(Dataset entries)
----------------

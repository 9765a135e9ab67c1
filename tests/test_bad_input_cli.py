"""A catalogue of bad command lines, each answered by a one-line error.

Every case runs ``splitlift`` in a folder of prepared files and checks the
exit code (2 usage, 1 data or file), that stderr is a short message of ours
(no traceback), the words that name the problem, and that no file in the
folder changed or appeared: inputs keep their hash, and no output or
temporary is left behind. Existing outputs from an earlier run are part of
the folder, so a failed run must also leave them as they were.
"""

import hashlib
import json
import os
import sys
from pathlib import Path

import numpy as np
import pandas as pd
import pytest

import splitlift as sl
from splitlift import cli

USAGE, DATA = 2, 1


def synthetic_table(n_samples=120, seed=0) -> pd.DataFrame:
    """Invented data (synthetic): five sensor columns and a response y."""
    rng = np.random.default_rng(seed)
    table = pd.DataFrame(rng.standard_normal((n_samples, 5)), columns=list("abcde"))
    table["y"] = table["a"] - table["b"] + 0.1 * rng.standard_normal(n_samples)
    return table


def _tamper(source: Path, target: Path, change) -> None:
    with np.load(source) as archive:
        contents = {name: archive[name] for name in archive.files}
    metadata = json.loads(contents["metadata"].tobytes().decode())
    change(metadata, contents)
    contents["metadata"] = np.frombuffer(json.dumps(metadata).encode(), dtype=np.uint8)
    np.savez(target, **contents)


@pytest.fixture(scope="module")
def workspace(tmp_path_factory) -> Path:
    """A folder of good and bad inputs, and outputs of an earlier run."""
    folder = tmp_path_factory.mktemp("catalogue")
    good = synthetic_table()
    good.to_csv(folder / "good.csv", index=False)
    good.to_csv(folder / "notes.txt", index=False)  # CSV data with a .txt suffix
    good.to_parquet(folder / "good.parquet")
    good.head(6).to_csv(folder / "six.csv", index=False)
    good.head(0).to_csv(folder / "header_only.csv", index=False)
    (folder / "empty.csv").write_bytes(b"")
    good.to_csv(folder / "semicolon.csv", sep=";", index=False)
    good.to_csv(folder / "tabbed.csv", sep="\t", index=False)
    good.assign(y=good["y"].astype(object).where(good.index != 17, "abc")).to_csv(
        folder / "bad_target.csv", index=False)
    good.assign(y=good["y"].where(good.index != 4)).to_csv(folder / "missing_target.csv",
                                                           index=False)
    comma = good.copy()
    comma["y"] = [f"{v:.3f}".replace(".", ",") for v in good["y"]]
    comma.to_csv(folder / "decimal_comma.csv", sep=";", index=False)
    good.assign(b=good["b"].astype(object).where(good.index != 6, "high")).to_csv(
        folder / "text_cell.csv", index=False)
    good.assign(batch="A").to_csv(folder / "categorical.csv", index=False)
    good.assign(c=good["c"].where(good.index != 9)).to_csv(folder / "nan_feature.csv",
                                                           index=False)
    good.assign(d=good["d"].where(good.index != 11, np.inf)).to_csv(folder / "inf_feature.csv",
                                                                    index=False)
    good.assign(flag=good["a"] > 0).to_csv(folder / "bool_feature.csv", index=False)
    good.assign(y=1.0).to_csv(folder / "constant_target.csv", index=False)
    good.drop(columns="e").to_csv(folder / "fewer_columns.csv", index=False)
    (folder / "repeated_header.csv").write_text("a,b,a,y\n" + "1,2,3,4\n" * 30)
    (folder / "broken.json").write_text("[{\"a\": 1,")
    (folder / "broken.parquet").write_bytes(b"PAR1 not really")
    (folder / "sheet.xlsx").write_bytes(b"PK\x03\x04 spreadsheet")
    (folder / "adir").mkdir()
    (folder / "folder.npz").mkdir()
    (folder / "folder.npy").mkdir()
    (folder / "rep.txt").mkdir()  # a folder with a report's name
    (folder / "plotfile").write_text("a file where a plot folder is asked for")
    os.symlink(folder / "good.csv", folder / "link.csv")
    os.symlink(folder / "notes.txt", folder / "link.txt")
    (folder / "sub").mkdir()

    lift = sl.DirectionLift(sl.SlicedInverse(dim=2), random_state=0)
    lift.fit(good[list("abcde")], good["y"])
    lift.save(folder / "lift.npz")
    lift.save(folder / "old_lift.npz")  # an earlier run's output
    (folder / "old_report.txt").write_text(str(lift.report()))
    source = folder / "lift.npz"
    content = source.read_bytes()
    (folder / "truncated.npz").write_bytes(content[: len(content) // 2])
    (folder / "garbage.npz").write_bytes(b"not a lift at all")
    np.savez(folder / "foreign.npz", matrix=np.eye(5))
    tampering = {
        "names_string.npz": lambda m, c: m.update(feature_names="abcde"),
        "names_numbers.npz": lambda m, c: m.update(feature_names=[1, 2, 3, 4, 5]),
        "info_list.npz": lambda m, c: m.update(info=[1, 2]),
        "info_string.npz": lambda m, c: m.update(info="none"),
        "report_number.npz": lambda m, c: m["info"].update(report_text=3.5),
        "schema99.npz": lambda m, c: m.update(schema_version=99),
        "strings.npz": lambda m, c: c.update(matrix=c["matrix"].astype(str)),
        "wrong_shape.npz": lambda m, c: m.update(n_features=7),
    }
    for name, change in tampering.items():
        _tamper(source, folder / name, change)
    np.save(folder / "axes.npy", np.eye(5))
    np.savetxt(folder / "axes.csv", np.eye(5), delimiter=",")
    np.savetxt(folder / "axes.txt", np.eye(5))
    np.save(folder / "truth.npy", np.eye(5)[:, :2])
    (folder / "broken.npy").write_bytes(b"\x93NUMPY garbage")
    return folder


def snapshot(folder: Path) -> dict[str, str]:
    """Hash of every file under ``folder`` (links by their target path)."""
    state = {}
    for path in sorted(folder.rglob("*")):
        key = str(path.relative_to(folder))
        if path.is_symlink():
            state[key] = "link to " + os.readlink(path)
        elif path.is_file():
            state[key] = hashlib.sha256(path.read_bytes()).hexdigest()
        else:
            state[key] = "folder"
    return state


FIT = ["fit", "good.csv", "--target", "y"]
OUT = ["--out", "new_lift.npz"]
TRANSFORM = ["transform", "lift.npz", "good.csv"]
SCORE = ["score", "axes.npy", "--data", "good.csv", "--target", "y"]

----------------

### Requirement
Please repeat every entry, exactly as it was written.

### Answer to the problem
repository 9765a135e9ab67c1
filename tests/test_bad_input_cli.py
"""A catalogue of bad command lines, each answered by a one-line error.

Every case runs ``splitlift`` in a folder of prepared files and checks the
exit code (2 usage, 1 data or file), that stderr is a short message of ours
(no traceback), the words that name the problem, and that no file in the
folder changed or appeared: inputs keep their hash, and no output or
temporary is left behind. Existing outputs from an earlier run are part of
the folder, so a failed run must also leave them as they were.
"""

import hashlib
import json
import os
import sys
from pathlib import Path

import numpy as np
import pandas as pd
import pytest

import splitlift as sl
from splitlift import cli

USAGE, DATA = 2, 1


def synthetic_table(n_samples=120, seed=0) -> pd.DataFrame:
    """Invented data (synthetic): five sensor columns and a response y."""
    rng = np.random.default_rng(seed)
    table = pd.DataFrame(rng.standard_normal((n_samples, 5)), columns=list("abcde"))
    table["y"] = table["a"] - table["b"] + 0.1 * rng.standard_normal(n_samples)
    return table


def _tamper(source: Path, target: Path, change) -> None:
    with np.load(source) as archive:
        contents = {name: archive[name] for name in archive.files}
    metadata = json.loads(contents["metadata"].tobytes().decode())
    change(metadata, contents)
    contents["metadata"] = np.frombuffer(json.dumps(metadata).encode(), dtype=np.uint8)
    np.savez(target, **contents)


@pytest.fixture(scope="module")
def workspace(tmp_path_factory) -> Path:
    """A folder of good and bad inputs, and outputs of an earlier run."""
    folder = tmp_path_factory.mktemp("catalogue")
    good = synthetic_table()
    good.to_csv(folder / "good.csv", index=False)
    good.to_csv(folder / "notes.txt", index=False)  # CSV data with a .txt suffix
    good.to_parquet(folder / "good.parquet")
    good.head(6).to_csv(folder / "six.csv", index=False)
    good.head(0).to_csv(folder / "header_only.csv", index=False)
    (folder / "empty.csv").write_bytes(b"")
    good.to_csv(folder / "semicolon.csv", sep=";", index=False)
    good.to_csv(folder / "tabbed.csv", sep="\t", index=False)
    good.assign(y=good["y"].astype(object).where(good.index != 17, "abc")).to_csv(
        folder / "bad_target.csv", index=False)
    good.assign(y=good["y"].where(good.index != 4)).to_csv(folder / "missing_target.csv",
                                                           index=False)
    comma = good.copy()
    comma["y"] = [f"{v:.3f}".replace(".", ",") for v in good["y"]]
    comma.to_csv(folder / "decimal_comma.csv", sep=";", index=False)
    good.assign(b=good["b"].astype(object).where(good.index != 6, "high")).to_csv(
        folder / "text_cell.csv", index=False)
    good.assign(batch="A").to_csv(folder / "categorical.csv", index=False)
    good.assign(c=good["c"].where(good.index != 9)).to_csv(folder / "nan_feature.csv",
                                                           index=False)
    good.assign(d=good["d"].where(good.index != 11, np.inf)).to_csv(folder / "inf_feature.csv",
                                                                    index=False)
    good.assign(flag=good["a"] > 0).to_csv(folder / "bool_feature.csv", index=False)
    good.assign(y=1.0).to_csv(folder / "constant_target.csv", index=False)
    good.drop(columns="e").to_csv(folder / "fewer_columns.csv", index=False)
    (folder / "repeated_header.csv").write_text("a,b,a,y\n" + "1,2,3,4\n" * 30)
    (folder / "broken.json").write_text("[{\"a\": 1,")
    (folder / "broken.parquet").write_bytes(b"PAR1 not really")
    (folder / "sheet.xlsx").write_bytes(b"PK\x03\x04 spreadsheet")
    (folder / "adir").mkdir()
    (folder / "folder.npz").mkdir()
    (folder / "folder.npy").mkdir()
    (folder / "rep.txt").mkdir()  # a folder with a report's name
    (folder / "plotfile").write_text("a file where a plot folder is asked for")
    os.symlink(folder / "good.csv", folder / "link.csv")
    os.symlink(folder / "notes.txt", folder / "link.txt")
    (folder / "sub").mkdir()

    lift = sl.DirectionLift(sl.SlicedInverse(dim=2), random_state=0)
    lift.fit(good[list("abcde")], good["y"])
    lift.save(folder / "lift.npz")
    lift.save(folder / "old_lift.npz")  # an earlier run's output
    (folder / "old_report.txt").write_text(str(lift.report()))
    source = folder / "lift.npz"
    content = source.read_bytes()
    (folder / "truncated.npz").write_bytes(content[: len(content) // 2])
    (folder / "garbage.npz").write_bytes(b"not a lift at all")
    np.savez(folder / "foreign.npz", matrix=np.eye(5))
    tampering = {
        "names_string.npz": lambda m, c: m.update(feature_names="abcde"),
        "names_numbers.npz": lambda m, c: m.update(feature_names=[1, 2, 3, 4, 5]),
        "info_list.npz": lambda m, c: m.update(info=[1, 2]),
        "info_string.npz": lambda m, c: m.update(info="none"),
        "report_number.npz": lambda m, c: m["info"].update(report_text=3.5),
        "schema99.npz": lambda m, c: m.update(schema_version=99),
        "strings.npz": lambda m, c: c.update(matrix=c["matrix"].astype(str)),
        "wrong_shape.npz": lambda m, c: m.update(n_features=7),
    }
    for name, change in tampering.items():
        _tamper(source, folder / name, change)
    np.save(folder / "axes.npy", np.eye(5))
    np.savetxt(folder / "axes.csv", np.eye(5), delimiter=",")
    np.savetxt(folder / "axes.txt", np.eye(5))
    np.save(folder / "truth.npy", np.eye(5)[:, :2])
    (folder / "broken.npy").write_bytes(b"\x93NUMPY garbage")
    return folder


def snapshot(folder: Path) -> dict[str, str]:
    """Hash of every file under ``folder`` (links by their target path)."""
    state = {}
    for path in sorted(folder.rglob("*")):
        key = str(path.relative_to(folder))
        if path.is_symlink():
            state[key] = "link to " + os.readlink(path)
        elif path.is_file():
            state[key] = hashlib.sha256(path.read_bytes()).hexdigest()
        else:
            state[key] = "folder"
    return state


FIT = ["fit", "good.csv", "--target", "y"]
OUT = ["--out", "new_lift.npz"]
TRANSFORM = ["transform", "lift.npz", "good.csv"]
SCORE = ["score", "axes.npy", "--data", "good.csv", "--target", "y"]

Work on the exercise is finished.